> [How to complete this task]:
Locate the string "refusal" in the records below. Copy every line where it occurs.

Records from a data collection
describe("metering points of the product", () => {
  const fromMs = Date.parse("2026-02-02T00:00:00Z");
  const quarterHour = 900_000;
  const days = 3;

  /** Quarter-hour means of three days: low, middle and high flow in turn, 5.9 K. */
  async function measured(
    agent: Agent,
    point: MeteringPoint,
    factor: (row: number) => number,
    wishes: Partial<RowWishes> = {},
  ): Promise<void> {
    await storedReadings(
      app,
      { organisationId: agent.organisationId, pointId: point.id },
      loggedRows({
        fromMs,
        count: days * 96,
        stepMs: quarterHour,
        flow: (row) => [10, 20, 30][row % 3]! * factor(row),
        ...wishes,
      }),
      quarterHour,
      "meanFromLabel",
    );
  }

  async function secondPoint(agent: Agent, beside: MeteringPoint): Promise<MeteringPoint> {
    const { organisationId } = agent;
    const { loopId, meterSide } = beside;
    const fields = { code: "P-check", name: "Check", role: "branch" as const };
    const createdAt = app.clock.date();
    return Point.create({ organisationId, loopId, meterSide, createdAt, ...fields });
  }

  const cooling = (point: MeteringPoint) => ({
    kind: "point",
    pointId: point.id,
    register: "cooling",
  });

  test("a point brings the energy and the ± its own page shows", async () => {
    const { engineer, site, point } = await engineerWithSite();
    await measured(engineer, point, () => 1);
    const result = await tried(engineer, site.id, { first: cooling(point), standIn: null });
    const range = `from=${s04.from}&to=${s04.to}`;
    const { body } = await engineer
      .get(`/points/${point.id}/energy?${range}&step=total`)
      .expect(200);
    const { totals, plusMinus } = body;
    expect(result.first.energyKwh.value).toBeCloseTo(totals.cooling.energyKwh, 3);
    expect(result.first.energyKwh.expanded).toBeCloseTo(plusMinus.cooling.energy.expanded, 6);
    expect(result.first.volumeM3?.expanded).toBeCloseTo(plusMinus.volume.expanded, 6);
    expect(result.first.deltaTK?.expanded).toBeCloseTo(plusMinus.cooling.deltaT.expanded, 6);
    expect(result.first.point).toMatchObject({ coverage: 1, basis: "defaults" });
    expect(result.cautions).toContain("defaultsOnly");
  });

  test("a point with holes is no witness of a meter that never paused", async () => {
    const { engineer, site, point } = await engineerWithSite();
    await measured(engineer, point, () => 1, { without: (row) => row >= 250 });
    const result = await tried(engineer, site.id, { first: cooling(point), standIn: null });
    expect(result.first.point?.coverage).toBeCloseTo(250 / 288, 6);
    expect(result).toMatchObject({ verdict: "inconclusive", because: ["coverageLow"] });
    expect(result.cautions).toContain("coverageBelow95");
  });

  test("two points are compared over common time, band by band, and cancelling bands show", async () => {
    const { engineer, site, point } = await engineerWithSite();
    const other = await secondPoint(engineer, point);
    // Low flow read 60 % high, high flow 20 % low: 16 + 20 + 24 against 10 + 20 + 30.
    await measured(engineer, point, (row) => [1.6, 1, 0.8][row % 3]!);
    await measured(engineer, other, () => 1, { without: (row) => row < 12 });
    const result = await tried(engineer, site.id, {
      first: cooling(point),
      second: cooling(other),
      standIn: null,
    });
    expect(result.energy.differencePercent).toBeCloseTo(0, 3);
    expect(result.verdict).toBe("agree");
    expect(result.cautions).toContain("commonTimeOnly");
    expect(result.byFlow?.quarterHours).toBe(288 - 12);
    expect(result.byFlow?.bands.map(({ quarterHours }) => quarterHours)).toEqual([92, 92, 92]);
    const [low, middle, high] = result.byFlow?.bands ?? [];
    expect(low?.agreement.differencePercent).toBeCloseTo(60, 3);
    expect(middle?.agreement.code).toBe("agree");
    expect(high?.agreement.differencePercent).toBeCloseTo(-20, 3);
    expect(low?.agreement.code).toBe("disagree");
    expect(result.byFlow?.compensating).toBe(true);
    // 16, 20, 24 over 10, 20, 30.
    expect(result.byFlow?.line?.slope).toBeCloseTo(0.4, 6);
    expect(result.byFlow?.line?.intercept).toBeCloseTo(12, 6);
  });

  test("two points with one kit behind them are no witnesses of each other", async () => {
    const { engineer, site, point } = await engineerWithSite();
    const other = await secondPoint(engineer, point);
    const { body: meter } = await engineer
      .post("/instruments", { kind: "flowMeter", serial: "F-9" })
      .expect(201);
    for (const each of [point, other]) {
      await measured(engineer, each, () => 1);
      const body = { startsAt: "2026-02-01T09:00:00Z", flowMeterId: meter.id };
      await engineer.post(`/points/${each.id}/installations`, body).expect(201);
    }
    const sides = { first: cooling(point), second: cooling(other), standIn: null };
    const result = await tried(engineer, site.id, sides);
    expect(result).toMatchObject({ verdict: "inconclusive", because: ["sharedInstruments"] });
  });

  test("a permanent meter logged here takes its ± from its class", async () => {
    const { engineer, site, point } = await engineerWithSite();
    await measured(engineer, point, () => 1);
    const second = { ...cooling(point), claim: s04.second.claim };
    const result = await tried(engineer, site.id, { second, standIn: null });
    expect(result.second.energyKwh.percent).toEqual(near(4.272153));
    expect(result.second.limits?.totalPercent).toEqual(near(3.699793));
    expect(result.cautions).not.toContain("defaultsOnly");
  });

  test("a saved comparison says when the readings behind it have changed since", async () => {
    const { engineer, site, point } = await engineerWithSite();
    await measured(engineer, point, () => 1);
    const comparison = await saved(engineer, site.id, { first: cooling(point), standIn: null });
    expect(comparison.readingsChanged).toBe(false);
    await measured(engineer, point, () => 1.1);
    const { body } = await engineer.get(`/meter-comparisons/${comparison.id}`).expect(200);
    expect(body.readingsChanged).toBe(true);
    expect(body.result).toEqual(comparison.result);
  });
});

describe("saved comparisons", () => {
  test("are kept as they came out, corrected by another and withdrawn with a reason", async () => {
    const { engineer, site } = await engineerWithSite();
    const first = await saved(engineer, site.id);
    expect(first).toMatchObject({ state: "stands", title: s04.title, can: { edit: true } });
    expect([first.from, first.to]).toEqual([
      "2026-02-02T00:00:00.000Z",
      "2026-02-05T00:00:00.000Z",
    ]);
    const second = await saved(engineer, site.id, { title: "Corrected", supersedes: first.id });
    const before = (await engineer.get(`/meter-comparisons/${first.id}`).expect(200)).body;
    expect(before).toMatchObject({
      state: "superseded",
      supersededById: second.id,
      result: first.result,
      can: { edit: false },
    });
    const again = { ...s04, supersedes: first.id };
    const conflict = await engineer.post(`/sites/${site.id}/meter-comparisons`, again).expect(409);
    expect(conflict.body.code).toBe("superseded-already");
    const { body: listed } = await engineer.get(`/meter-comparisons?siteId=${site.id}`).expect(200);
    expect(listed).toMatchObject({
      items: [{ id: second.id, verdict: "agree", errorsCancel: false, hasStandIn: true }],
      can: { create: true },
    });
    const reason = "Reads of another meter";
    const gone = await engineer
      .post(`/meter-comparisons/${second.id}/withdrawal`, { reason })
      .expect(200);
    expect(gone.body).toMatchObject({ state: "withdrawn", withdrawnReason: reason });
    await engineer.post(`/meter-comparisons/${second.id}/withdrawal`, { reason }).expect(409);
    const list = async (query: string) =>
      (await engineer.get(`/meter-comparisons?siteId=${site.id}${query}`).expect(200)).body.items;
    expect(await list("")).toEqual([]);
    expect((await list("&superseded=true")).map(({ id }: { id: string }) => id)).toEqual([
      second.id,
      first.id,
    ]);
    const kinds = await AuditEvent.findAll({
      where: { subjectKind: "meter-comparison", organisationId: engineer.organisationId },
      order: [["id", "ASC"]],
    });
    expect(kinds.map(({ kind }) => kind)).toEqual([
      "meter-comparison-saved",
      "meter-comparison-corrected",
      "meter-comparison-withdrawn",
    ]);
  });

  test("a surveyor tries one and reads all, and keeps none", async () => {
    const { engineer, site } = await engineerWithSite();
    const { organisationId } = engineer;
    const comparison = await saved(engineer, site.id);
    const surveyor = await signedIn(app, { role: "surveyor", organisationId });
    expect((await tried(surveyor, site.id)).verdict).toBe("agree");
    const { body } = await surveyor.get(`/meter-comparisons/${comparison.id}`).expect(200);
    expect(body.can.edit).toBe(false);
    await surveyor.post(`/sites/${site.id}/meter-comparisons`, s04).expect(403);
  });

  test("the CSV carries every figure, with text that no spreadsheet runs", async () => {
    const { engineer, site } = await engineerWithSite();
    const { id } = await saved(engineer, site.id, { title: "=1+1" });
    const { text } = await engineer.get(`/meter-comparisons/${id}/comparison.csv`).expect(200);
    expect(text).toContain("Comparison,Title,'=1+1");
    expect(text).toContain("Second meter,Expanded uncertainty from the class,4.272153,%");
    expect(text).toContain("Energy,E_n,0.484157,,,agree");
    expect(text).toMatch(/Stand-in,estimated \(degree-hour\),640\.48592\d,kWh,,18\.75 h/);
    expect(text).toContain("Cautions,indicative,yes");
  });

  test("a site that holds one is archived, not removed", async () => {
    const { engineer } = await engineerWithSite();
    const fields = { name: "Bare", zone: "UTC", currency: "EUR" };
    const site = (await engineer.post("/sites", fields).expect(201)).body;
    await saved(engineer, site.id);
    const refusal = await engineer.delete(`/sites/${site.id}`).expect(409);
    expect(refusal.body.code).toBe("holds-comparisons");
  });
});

---

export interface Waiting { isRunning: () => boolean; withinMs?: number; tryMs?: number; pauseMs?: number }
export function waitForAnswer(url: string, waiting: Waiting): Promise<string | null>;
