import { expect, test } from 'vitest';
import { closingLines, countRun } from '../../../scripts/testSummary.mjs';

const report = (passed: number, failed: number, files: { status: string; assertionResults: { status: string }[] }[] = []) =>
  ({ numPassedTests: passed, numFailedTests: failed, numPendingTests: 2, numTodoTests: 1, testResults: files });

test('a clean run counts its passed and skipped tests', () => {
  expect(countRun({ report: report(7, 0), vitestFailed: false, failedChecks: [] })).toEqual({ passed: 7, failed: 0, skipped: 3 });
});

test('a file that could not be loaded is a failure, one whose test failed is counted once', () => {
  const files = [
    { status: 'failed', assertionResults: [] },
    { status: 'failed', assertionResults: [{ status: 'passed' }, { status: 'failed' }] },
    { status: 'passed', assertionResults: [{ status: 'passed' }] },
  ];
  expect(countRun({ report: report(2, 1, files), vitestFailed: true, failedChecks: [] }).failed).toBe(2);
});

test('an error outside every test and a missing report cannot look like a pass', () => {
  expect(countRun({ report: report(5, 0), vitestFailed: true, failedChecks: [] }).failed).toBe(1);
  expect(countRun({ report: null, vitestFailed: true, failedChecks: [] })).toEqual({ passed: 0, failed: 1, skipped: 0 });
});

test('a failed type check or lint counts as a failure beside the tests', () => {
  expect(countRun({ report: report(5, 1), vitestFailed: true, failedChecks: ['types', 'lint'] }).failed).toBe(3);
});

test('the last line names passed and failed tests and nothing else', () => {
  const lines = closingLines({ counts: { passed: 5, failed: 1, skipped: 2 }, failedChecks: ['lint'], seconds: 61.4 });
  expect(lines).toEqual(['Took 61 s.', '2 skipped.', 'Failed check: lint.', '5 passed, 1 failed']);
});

> [Your response]:
    const refusal = await engineer.delete(`/sites/${site.id}`).expect(409);
    expect(refusal.body.code).toBe("holds-comparisons");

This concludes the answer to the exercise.